Além disso, o Planalto promete nivelar de forma gradual o contracheque das carreiras de nível superior com o dos servidores contemplados pela Lei nº 12.277/10 - engenheiros, arquitetos, geólogos, estatísticos e economistas, cujo salário final está em R$ 10.209,50. Mas não estabelece prazo para chegar a este patamar.




Governo decide conceder ganhos maiores a quem tem nível superior. Para os demais, o acréscimo será de no máximo R$ 211 Depois de quatro meses de negociação, o governo finalmente propôs reajustes que vão de 2,3% a 31% para os 420 mil servidores ativos e inativos das carreiras do Plano Geral de Cargos do Poder Executivo (PGPE), Previdência, Saúde e Trabalho e correlatas, a serem pagos somente em julho do ano que vem. O maior percentual é para os de nível superior — cerca de 84 mil. A grande parcela deles terá aumento entre 21,4% e 31%, elevando o salário final para R$ 7 mil. Os demais, de nível intermediário e auxiliar, receberão valores fixos de R$ 211 e R$ 105, respectivamente, o que representa acréscimo de 2,3% a 7,3%.
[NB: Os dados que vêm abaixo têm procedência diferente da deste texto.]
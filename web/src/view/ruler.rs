//! The bound ruler of a lane: the root's bound, the bound now, and what is left to the best known
//! value, on the shared axis.

use report::axis::Axis;
use report::labels::along;
use report::number::short;
use yew::prelude::*;

use crate::view::axis::across;
use crate::view::map::px;

const SIZE: f64 = 11.0;

#[derive(Properties, PartialEq)]
pub(crate) struct RulerProps {
    pub(crate) axis: Axis,
    pub(crate) width: f64,
    pub(crate) root: f64,
    pub(crate) now: Option<f64>,
    pub(crate) best: Option<f64>,
}

/// The ruler.
#[component]
pub(crate) fn Ruler(props: &RulerProps) -> Html {
    let x = |value: f64| across(&props.axis, props.width, value);
    let root = x(props.root);
    let now = props.now.filter(|now| (x(*now) - root).abs() > 1.0);
    let end = now.map_or(root, x);
    let root_text = format!("root {}", short(props.root));
    let now_text = now.map(|now| format!("now {}", short(now)));
    let mut wishes = vec![(root, root_text.as_str())];
    wishes.extend(now.zip(now_text.as_deref()).map(|(now, text)| (x(now), text)));
    let mut marks: Vec<f64> = wishes.iter().map(|wish| wish.0).collect();
    marks.extend(props.best.map(x));
    let places = along(&wishes, &marks, props.width, SIZE);
    let texts = wishes.iter().zip(places);
    html! {
        <svg class="ruler" width={px(props.width)} height="26" aria-hidden="true">
            if let Some(best) = props.best {
                <line class="left" x1={px(end)} y1="19.5" x2={px(x(best))} y2="19.5" />
                <line class="best" x1={px(x(best))} y1="0" x2={px(x(best))} y2="26" />
            }
            <line class="done" x1={px(root)} y1="19.5" x2={px(end)} y2="19.5" />
            for mark in wishes.iter().map(|wish| wish.0) {
                <line class="mark" x1={px(mark)} y1="5" x2={px(mark)} y2="24" />
            }
            for (wish, place) in texts {
                if let Some(left) = place { <text class="tick" x={px(left)} y="13">{ wish.1.to_owned() }</text> }
            }
        </svg>
    }
}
Na proposta de projeto de lei apresentada à Confederação dos Trabalhadores no Serviço Público Federal (Condsef) na tarde de ontem, o governo promete nivelar, de forma gradual, a remuneração das carreiras de nível superior com a dos servidores contemplados pela Lei n.º 12.277/10 — engenheiros, arquitetos, geólogos, estatísticos e economistas, cujo salário final está em R$ 10.209,50. Mas não estabelece prazo para chegar a esse valor.

O secretário de Recursos Humanos do Ministério do Planejamento, Duvanier Paiva Ferreira, afirmou ao Correio que esse é o reajuste máximo que será concedido em 2012. Segundo ele, qualquer ganho adicional só sairá a partir de 2013 e dependerá de novas negociações. "Essa proposta (para 2012) está fechada. É o que pode ser dado no ano que vem", afirmou. Ferreira não informou o impacto orçamentário dos aumentos em 2012. "Não podemos divulgar ainda o custo da primeira etapa, porque pode ser alterado dependendo de quais carreiras farão o acordo. Vai depender do processo de negociação", explicou.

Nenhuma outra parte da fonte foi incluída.